Only one stretch of the records below should be repeated. It starts with the line containing "compared, of the" and goes on through the line containing "sharp re-entrant corners", exactly as written.

★ ★ ★

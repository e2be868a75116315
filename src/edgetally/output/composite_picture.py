"""The picture of a composite section: each part in a grey of its own, the stiffer the darker; centroid and axes."""

from __future__ import annotations

from collections.abc import Iterable
from dataclasses import replace
from math import ceil
from typing import TYPE_CHECKING

from edgetally.output.axes import AxesOnPaper
from edgetally.output.figure import centroid_mark
from edgetally.output.pens import MUTED, Item, Label, Picture, Style, polygon
from edgetally.output.placing import Placing
from edgetally.output.symbols import AXES, SymbolSet

if TYPE_CHECKING:
    from edgetally.section.composite import CompositeResult

LIGHTEST, DARKEST = 0.95, 0.52
"""Greys of the softest and of the stiffest part: both let the axes be seen."""
COLUMN, ROW = 150.0, 11.0
"""Room [pt] that an entry of the key takes."""
LISTED = 12
"""So many parts have an entry in the key; the table lists all."""
NAMED = 14
"""Letters of a layer's name in the key."""


def composite_picture(composite: CompositeResult, width: float, height: float, symbols: SymbolSet = "plain") -> Picture:
    """Tell the picture of a composite section on `width` × `height` points."""
    columns = max(1, int((width - 16.0) / COLUMN))
    entries = min(len(composite.parts), LISTED) + (len(composite.parts) > LISTED)
    strip = 20.0 + ROW * ceil(entries / columns)
    placing = Placing.of(composite.whole, width, height, strip=strip)
    centre = placing.paper(composite.centroid)
    axes = AxesOnPaper(placing, centre, composite.axes.angle.value, composite.axes.arbitrary, AXES[symbols])
    styles = _styles(composite)
    items: list[Item] = [
        *(
            replace(placing, section=part.section).material(style)
            for part, style in zip(composite.parts, styles, strict=True)
        ),
        *axes.items(),
        *centroid_mark(centre),
        *_key(composite, styles, columns, strip),
        *centroid_mark(complex(12.0, 8.0), 2.8),
        Label(complex(18.0, 5.5), f"elastic centroid     scale {placing.scale}", 7.0, colour=MUTED),
    ]
    return Picture(width, height, tuple(items))


def _styles(composite: CompositeResult) -> list[Style]:
    """Return the style of each part: no two of one grey, in the order of their moduli."""
    count = len(composite.parts)
    order = sorted(range(count), key=lambda k: composite.parts[k].material.modulus)
    greys = {k: LIGHTEST + (DARKEST - LIGHTEST) * rank / max(1, count - 1) for rank, k in enumerate(order)}
    return [Style(width=0.7, fill=(greys[k], greys[k], greys[k])) for k in range(count)]


def _key(composite: CompositeResult, styles: list[Style], columns: int, strip: float) -> Iterable[Item]:
    for k, (part, style) in enumerate(zip(composite.parts[:LISTED], styles, strict=False)):
        x, y = 8.0 + COLUMN * (k % columns), strip - 9.0 - ROW * (k // columns)
        corners = [complex(x, y - 1.0), complex(x + 12.0, y - 1.0), complex(x + 12.0, y + 6.0), complex(x, y + 6.0)]
        yield polygon(corners, style)
        layer = part.material.layer
        layer = layer if len(layer) <= NAMED else layer[: NAMED - 1] + "…"
        yield Label(complex(x + 16.0, y), f"{layer}, E = {part.material.modulus:.7g} MPa", 7.0)
    if len(composite.parts) > LISTED:
        x, y = 8.0 + COLUMN * (LISTED % columns), strip - 9.0 - ROW * (LISTED // columns)
        yield Label(complex(x, y), f"and {len(composite.parts) - LISTED} more", 7.0, colour=MUTED)
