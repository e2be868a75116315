"""Torsion, warping and shear as a block: what the numbers are, and how they are to be read."""

from __future__ import annotations

from typing import TYPE_CHECKING

from edgetally.output.blocks import Block, Figure
from edgetally.output.numbers import digits_of, number_text, value_text
from edgetally.output.symbols import AXES, SymbolSet, name_of, symbol_of
from edgetally.output.words import in_print
from edgetally.section.connected import KEYS
from edgetally.units import Unit, length_factor

if TYPE_CHECKING:
    from edgetally.results import SectionResult
    from edgetally.section.solution import TorsionSolution

Row = tuple[str, str, Figure, str, str]
STRESS_DIGITS = 4
"""Digits of a largest stress: it is read off the solution between nodes, without an error of its own."""


def torsion_block(section: SectionResult, solution: TorsionSolution, symbols: SymbolSet) -> Block:
    """Return symbol, name, value, unit and error of what the solution gives, in the unit of the results."""
    rows, notes = _rows(section, solution, symbols), _notes(section, solution)
    return Block("Torsion, warping and shear", (), tuple(rows), tuple(notes), symbols_first=True)


def _rows(section: SectionResult, solution: TorsionSolution, symbols: SymbolSet) -> list[Row]:
    letters, rows = AXES[symbols], []
    for key in KEYS:
        prop = section.properties[key]
        value = Figure(prop.value, value_text(prop, section.natural_scale(key)))
        rows.append((symbol_of(key, symbols), name_of(key, symbols), value, prop.unit.pretty, _error(prop.error)))
    length = length_factor(section.section.unit, section.out_unit)
    unit = section.out_unit
    for axis, number in ((letters.first, solution.shear_area_1), (letters.second, solution.shear_area_2)):
        value = Figure.of(number.value * length**2, digits_of(number.error))
        rows.append((f"A_s{axis}", f"shear area along axis {axis}", value, Unit(unit, 2).pretty, _error(number.error)))
    peak = solution.torsion_peak
    rows.append((
        "τ_max",
        f"largest shear stress for torque 1, at {_near(peak.at, section)}",
        Figure.of(peak.stress / length**3, STRESS_DIGITS),
        f"1/{Unit(unit, 3).pretty}",
        "",
    ))  # fmt: skip
    for axis, peak in ((letters.x, solution.shear_peak_x), (letters.y, solution.shear_peak_y)):
        value = Figure.of(peak.stress / length**2, STRESS_DIGITS)
        name = f"largest on the outline for force 1 along {axis}, at {_near(peak.at, section)}"
        rows.append((f"τ_{axis},max", name, value, f"1/{Unit(unit, 2).pretty}", ""))
    rows += _midline_rows(section, solution, symbols)
    return rows


def _midline_rows(section: SectionResult, solution: TorsionSolution, symbols: SymbolSet) -> list[Row]:
    """The second opinion: thin-walled formulas of the midline, each with its difference from the exact number."""
    thin, strip = section.connected.thin_walled, section.connected.strip
    if thin is None or strip is None:
        return []
    length, unit = length_factor(section.section.unit, section.out_unit), section.out_unit
    name = f"thin-walled, midline, t = {number_text(strip.thickness * length, 4)} {unit}"
    rows = []
    for key, value, exact, power in (
        ("torsion_constant", thin.torsion_constant, solution.torsion_constant.value, 4),
        ("warping_constant", thin.warping_constant, solution.warping_constant.value, 6),
    ):
        figure = Figure.of(value * length**power, 5)
        off = f"differs by {100 * (value / exact - 1):+.2g} %".replace("-", "−") if exact else ""
        rows.append((symbol_of(key, symbols), name, figure, Unit(unit, power).pretty, off))
    apart = abs(thin.shear_centre - solution.shear_centre) * length
    centre = _near(thin.shear_centre, section)
    rows.append(("", f"thin-walled, midline: shear centre at {centre}", Figure.of(apart, 3), unit, "away"))
    return rows


def _near(z: complex, section: SectionResult) -> str:
    """A place to four digits, what is nothing but rounding as 0; in the section's own unit, as drawn."""
    x, y = (0.0 if abs(v) < 1e-9 * section.section.size else v for v in (z.real, z.imag))
    return f"({x:.4g}, {y:.4g})"


def _error(error: float | None) -> str:
    """The relative error as one digit and a power of ten, never printed below 10⁻¹⁵."""
    if error is None:
        return ""
    digit, power = f"{max(error, 1e-15):.0e}".split("e")
    return "relative error " + in_print(f"{digit}e{int(power)}")


def _notes(section: SectionResult, solution: TorsionSolution) -> list[str]:
    """Return the sentences that say how the numbers are to be read."""
    notes = [
        "The torsion constant is Saint-Venant's; the warping constant is the integral of ω² about the shear centre, ω "
        "with mean 0. The shear centre does not depend on Poisson's ratio (Trefftz). Shear areas are those of the "
        f"strain energy of Saint-Venant's flexure (Timoshenko) at ν = {solution.poisson:g}.",
        "Solved by Cauchy's integral equation on the exact outline, without a mesh; each error is that of two "
        "resolutions compared, of the shear centre relative to the section's size. "
        f"{solution.unknowns} unknowns.",
    ]
    if solution.corners:
        clear = max(p.clear_of_corners for p in (solution.torsion_peak, solution.shear_peak_x, solution.shear_peak_y))
        notes.append(
            f"At the {len(solution.corners)} sharp re-entrant corners marked the elastic stress has no bound; the "
            f"largest stresses given are those away from them, by up to {clear:.3g} {section.section.unit}."
        )
    return notes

★ ★ ★

# Exercise answer
        "resolutions compared, of the shear centre relative to the section's size. "
        f"{solution.unknowns} unknowns.",
    ]
    if solution.corners:
        clear = max(p.clear_of_corners for p in (solution.torsion_peak, solution.shear_peak_x, solution.shear_peak_y))
        notes.append(
            f"At the {len(solution.corners)} sharp re-entrant corners marked the elastic stress has no bound; the "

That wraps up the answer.